Stored data:
▬▬▬

"""Air temperature with altitude: the ICAO standard atmosphere's lapse rate."""

import pytest

from planner.climate.atmosphere import lapse_shift_k, standard_temperature_c

# ICAO Doc 7488/3 (1993), Manual of the ICAO Standard Atmosphere, table of the standard
# atmosphere (the same values in ISO 2533:1975): 288.15 K at sea level, 281.65 K at
# 1,000 m, 268.65 K at 3,000 m, 255.65 K at 5,000 m (from memory).
ICAO_TABLE_K = {0.0: 288.15, 1000.0: 281.65, 3000.0: 268.65, 5000.0: 255.65}


@pytest.mark.parametrize("altitude_m", sorted(ICAO_TABLE_K))
def test_standard_temperature_is_the_icao_table(altitude_m):
    assert standard_temperature_c(altitude_m) + 273.15 == pytest.approx(ICAO_TABLE_K[altitude_m],
                                                                        abs=1e-9)


@pytest.mark.parametrize(("station_m", "site_m"), [(0.0, 1000.0), (1000.0, 3000.0), (5000.0, 0.0)])
def test_lapse_shift_moves_a_station_as_the_standard_atmosphere_does(station_m, site_m):
    # A station's temperature moved to a site's altitude changes by the same amount as the
    # ICAO standard atmosphere between the two altitudes (two altitudes of the table each).
    expected = ICAO_TABLE_K[site_m] - ICAO_TABLE_K[station_m]
    assert lapse_shift_k(site_m, station_m) == pytest.approx(expected, abs=1e-9)


def test_a_lapse_rate_of_zero_switches_the_shift_off():
    assert lapse_shift_k(2500.0, 100.0, lapse_rate_k_per_km=0.0) == 0.0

▬▬▬

An exact copy of every line above, start to finish, is required.

Answer for this exercise:
"""Air temperature with altitude: the ICAO standard atmosphere's lapse rate."""

import pytest

from planner.climate.atmosphere import lapse_shift_k, standard_temperature_c

# ICAO Doc 7488/3 (1993), Manual of the ICAO Standard Atmosphere, table of the standard
# atmosphere (the same values in ISO 2533:1975): 288.15 K at sea level, 281.65 K at
# 1,000 m, 268.65 K at 3,000 m, 255.65 K at 5,000 m (from memory).
ICAO_TABLE_K = {0.0: 288.15, 1000.0: 281.65, 3000.0: 268.65, 5000.0: 255.65}


@pytest.mark.parametrize("altitude_m", sorted(ICAO_TABLE_K))
def test_standard_temperature_is_the_icao_table(altitude_m):
    assert standard_temperature_c(altitude_m) + 273.15 == pytest.approx(ICAO_TABLE_K[altitude_m],
                                                                        abs=1e-9)


@pytest.mark.parametrize(("station_m", "site_m"), [(0.0, 1000.0), (1000.0, 3000.0), (5000.0, 0.0)])
def test_lapse_shift_moves_a_station_as_the_standard_atmosphere_does(station_m, site_m):
    # A station's temperature moved to a site's altitude changes by the same amount as the
    # ICAO standard atmosphere between the two altitudes (two altitudes of the table each).
    expected = ICAO_TABLE_K[site_m] - ICAO_TABLE_K[station_m]
    assert lapse_shift_k(site_m, station_m) == pytest.approx(expected, abs=1e-9)


def test_a_lapse_rate_of_zero_switches_the_shift_off():
    assert lapse_shift_k(2500.0, 100.0, lapse_rate_k_per_km=0.0) == 0.0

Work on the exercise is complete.